Algo de todo esto queda y veo ahora mujeres modernas que mandan a sus maridos a comprar algún ingrediente que les haga falta para cocinar, mas el marido necesita de una lista y se ve muy inseguro en un entorno sin polvo, ni humo, ni obligación de usar casco. El “hommo inútillus” ha sido siempre una comodísima posición a adoptar por parte de los hombres, pues ha sido para ellos un escaqueo legítimo y que ni siquiera han tenido que solicitar o que ganárselo, sino que se les ofrece sin más. De alguna manera nosotras lo hemos consentido y provocado, y al “mandarles” a ellos a la compra nos asumimos aún como responsables de tal tarea de la casa, tarea de todos quienes allí habitan. Se da por descontado que un hombre de verdad no sabe comprar, ni cocinar, ni hacer camas, ni mucho menos conocer el proceso por el que una camisa arrugada y maloliente se convierte en reluciente y perfumada. También ésta postura machista ha sido cómoda durante mucho tiempo para las mujeres, pues nos ha eximido de tener que trabajar fuera de casa; lo malo es que el trabajo en casa no se ha considerado nunca trabajo, así que el amo y señor de la casa siempre era el mismo, el que traía el dinero al hogar. Es más, un hombre de verdad jamás consentiría que su esposa tuviera que trabajar. Entonces nos educaban con la idea de ser princesitas mantenidas, aunque finalmente terminábamos más bien de Cenicientas. A cuántos varones, niños incluso, se les libera del simple gesto de recoger la mesa o limpiarse los zapatos. Siempre hay una abuela, o una madre o una hermana que lo haga por él. Esto sigue latiendo cuando todas estas señoras preguntan ahora a sus nietos si “ayudan” a sus mamás en las tareas. “Ayudar a sus mamás”. Sigue siendo su responsabilidad entonces...

Siempre he controlado firmemente el modo de vestir o de maquillarse de mi hija. La eduqué para que fuese una señorita respetable y digna. Entonces confundíamos la dignidad con la castidad, y yo misma me sentí feliz cuando mi Lolita me dijera en el día de su boda que había esperado a abrir “su flor” cumpliendo una promesa que años atrás yo le hiciera perjurar. Había palabras que nos daba vergüenza pronunciar, por si era pecado o algo así, como virginidad por “la flor” o sexo, palabra que siempre fue camuflada y de forma tímida decíamos “seso”. Este tema siempre se ha satanizado y las mujeres entonces vivíamos el acto como algo pecaminoso, y nos quedábamos boca arriba con los brazos parados y los ojos fijos en la imagen de la virgen que pudiese haber en la habitación. Siempre se consideró un trámite para procrear y para que el marido se desahogara, pero no como un disfrute para nosotras, eso de ninguna manera. La que podía ser sospechosa de tal disfrute, o siquiera tuviese cualquier iniciativa con los hombres, se le llamaba buscona o fresca y se le dirigían miradas condenatorias.
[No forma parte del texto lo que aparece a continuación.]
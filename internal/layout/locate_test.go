package layout

import (
	"errors"
	"os"
	"path/filepath"
	"strings"
	"testing"

	"arcwright/internal/planner"
)

// unplannableDir holds layouts that decode but cannot be planned, with the
// located error of each in a golden .err file.
const unplannableDir = "testdata/layouts/unplannable"

// TestUnplannableGolden decodes each layout of testdata/layouts/unplannable,
// plans it and checks that Locate places the planner's error at the line
// and key of the layout (issue 10, item 7: these gave errors with no file,
// line or key). The expected texts are our own (hand-checked); refresh them
// with go test ./internal/layout -update.
func TestUnplannableGolden(t *testing.T) {
	files, err := filepath.Glob(filepath.Join(repoRoot, unplannableDir, "*.yaml"))
	if err != nil {
		t.Fatal(err)
	}
	if len(files) < 3 {
		t.Fatalf("got %d unplannable layouts, want at least 3", len(files))
	}
	for _, path := range files {
		base := filepath.Base(path)
		t.Run(strings.TrimSuffix(base, ".yaml"), func(t *testing.T) {
			req, _, err := Load(path)
			if err != nil {
				t.Fatalf("Load: %v", err)
			}
			_, perr := planner.New(req)
			if perr == nil {
				t.Fatal("planner.New: got nil, want an error")
			}
			err = Locate(req, perr)
			var es Errors
			if !errors.As(err, &es) || len(es) != 1 || es[0].Line == 0 || es[0].Field == "" || !errors.Is(err, planner.ErrRequest) {
				t.Fatalf("got %v, want one located problem wrapping the planner's error", err)
			}
			got := strings.Replace(err.Error(), filepath.Join(repoRoot, unplannableDir), unplannableDir, 1) + "\n"
			golden := strings.TrimSuffix(path, ".yaml") + ".err"
			if *update {
				if err := os.WriteFile(golden, []byte(got), 0o644); err != nil {
					t.Fatal(err)
				}
				return
			}
			want, err := os.ReadFile(golden)
			if err != nil {
				t.Fatalf("%v (run go test ./internal/layout -update to create it)", err)
			}
			if got != string(want) {
				t.Errorf("got\n%s\nwant\n%s", got, want)
			}
		})
	}
}

// TestLocateUnknown checks that an error Locate cannot place keeps its
// text and the file name, and that nil stays nil.
func TestLocateUnknown(t *testing.T) {
	if Locate(&planner.Request{Source: "x.yaml"}, nil) != nil {
		t.Error("Locate(nil): got an error, want nil")
	}
	err := Locate(&planner.Request{Source: "x.yaml"}, errors.New("something odd"))
	if err == nil || err.Error() != "x.yaml: something odd" {
		t.Errorf("got %v, want the message with the file name", err)
	}
}
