package layout

import (
	"math"

	"arcwright/internal/geometry"
)

// anchorKeys are the keys of the optional geographic anchor.
var anchorKeys = []string{"latitude", "longitude", "bearing_of_x"}

// anchorSection decodes the optional anchor: the WGS 84 latitude and
// longitude of the cell's datum and the true bearing of its +X axis
// (angles; a bare number is in degrees). All three are needed when the
// section is given; nil when it is not.
func (d *decoder) anchorSection(top *section) *geometry.Anchor {
	if !top.has("anchor") {
		return nil
	}
	s := top.sub("anchor", anchorKeys)
	var a geometry.Anchor
	good := true
	for _, f := range []struct {
		key, want string
		dst       *float64
		limit     float64
	}{
		{"latitude", "the WGS 84 latitude of the datum, north positive, such as 52.0712 deg", &a.Latitude, geometry.MaxAnchorLatitude},
		{"longitude", "the WGS 84 longitude of the datum, east positive, such as -1.0213 deg", &a.Longitude, math.Pi},
		{"bearing_of_x", "the true bearing of the cell's +X axis, clockwise from north, such as 90 deg when +X points east", &a.BearingX, math.Inf(1)},
	} {
		n := s.need(f.key, f.want)
		if n == nil {
			good = false
			continue
		}
		v, ok := d.angle(n, s.field(f.key))
		if ok && math.Abs(v) > f.limit {
			d.errorf(ErrInvalid, n.Line, s.field(f.key), "%.6g° is out of range: want %s, at most %.0f° either way", v*180/math.Pi, f.want, f.limit*180/math.Pi)
			ok = false
		}
		*f.dst, good = v, good && ok
	}
	if !good {
		return nil
	}
	if err := a.Validate(); err != nil {
		d.add(ErrInvalid, err, s.line, s.path, err.Error())
		return nil
	}
	return &a
}
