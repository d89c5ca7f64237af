package layout

import (
	"errors"
	"os"
	"path/filepath"
	"strings"
	"testing"
)

// asBuiltBrokenDir holds red-team as-built files, relative to the module
// root, each with its expected errors in a .err file.
const asBuiltBrokenDir = "testdata/asbuilt/broken"

// TestAsBuiltBrokenGolden reads every broken as-built file (bare lengths in
// metres, a 4 m ceiling) and compares the errors with the golden .err file;
// every problem but a whole-file one has a line. The expected texts are our
// own (hand-checked); refresh them with go test ./internal/layout -update.
func TestAsBuiltBrokenGolden(t *testing.T) {
	files, err := filepath.Glob(filepath.Join(repoRoot, asBuiltBrokenDir, "*.csv"))
	if err != nil || len(files) < 5 {
		t.Fatalf("got %d broken as-built files (%v), want at least 5", len(files), err)
	}
	for _, path := range files {
		base := filepath.Base(path)
		t.Run(strings.TrimSuffix(base, ".csv"), func(t *testing.T) {
			data, err := os.ReadFile(path)
			if err != nil {
				t.Fatal(err)
			}
			got, err := DecodeAsBuilt(asBuiltBrokenDir+"/"+base, data, "m", 4)
			var es Errors
			if got != nil || !errors.As(err, &es) {
				t.Fatalf("got %v, %v, want only Errors", got, err)
			}
			text := err.Error() + "\n"
			golden := strings.TrimSuffix(path, ".csv") + ".err"
			if *update {
				if err := os.WriteFile(golden, []byte(text), 0o644); err != nil {
					t.Fatal(err)
				}
				return
			}
			want, err := os.ReadFile(golden)
			if err != nil {
				t.Fatalf("%v (run go test ./internal/layout -update to create it)", err)
			}
			if text != string(want) {
				t.Errorf("got\n%s\nwant\n%s", text, want)
			}
		})
	}
}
En definitiva, a mi hija le eduqué para entregarla a un hombre y que cuidara siempre de éste, como si de un niño grande se tratara, a cambio de poco o nada, alguna joya a lo sumo; y pagó muchas veces mis imperdonables atrevimientos con su dignidad, y al final, con su propia vida.

Lo que me parece ver ahora es que vertí en mi hija miedos absurdos, mitos injustos y tabús fundados en el pecado mortal, para no ser nada por sí misma, sino para servir, para obedecer, para anularse, para no vivir, para morir... Y mi penitencia es ahora vivir en la guarida del mismo lobo que tantas veces he adorado y a quien tantos cuidados regalaba, mientras él mordisqueaba a mi propia hija entre sus fauces.

Nota del autor: Si alguien se sintiera ofendido/a por el texto que antecede, pido disculpas y que se vuelva a leer. El Torrao.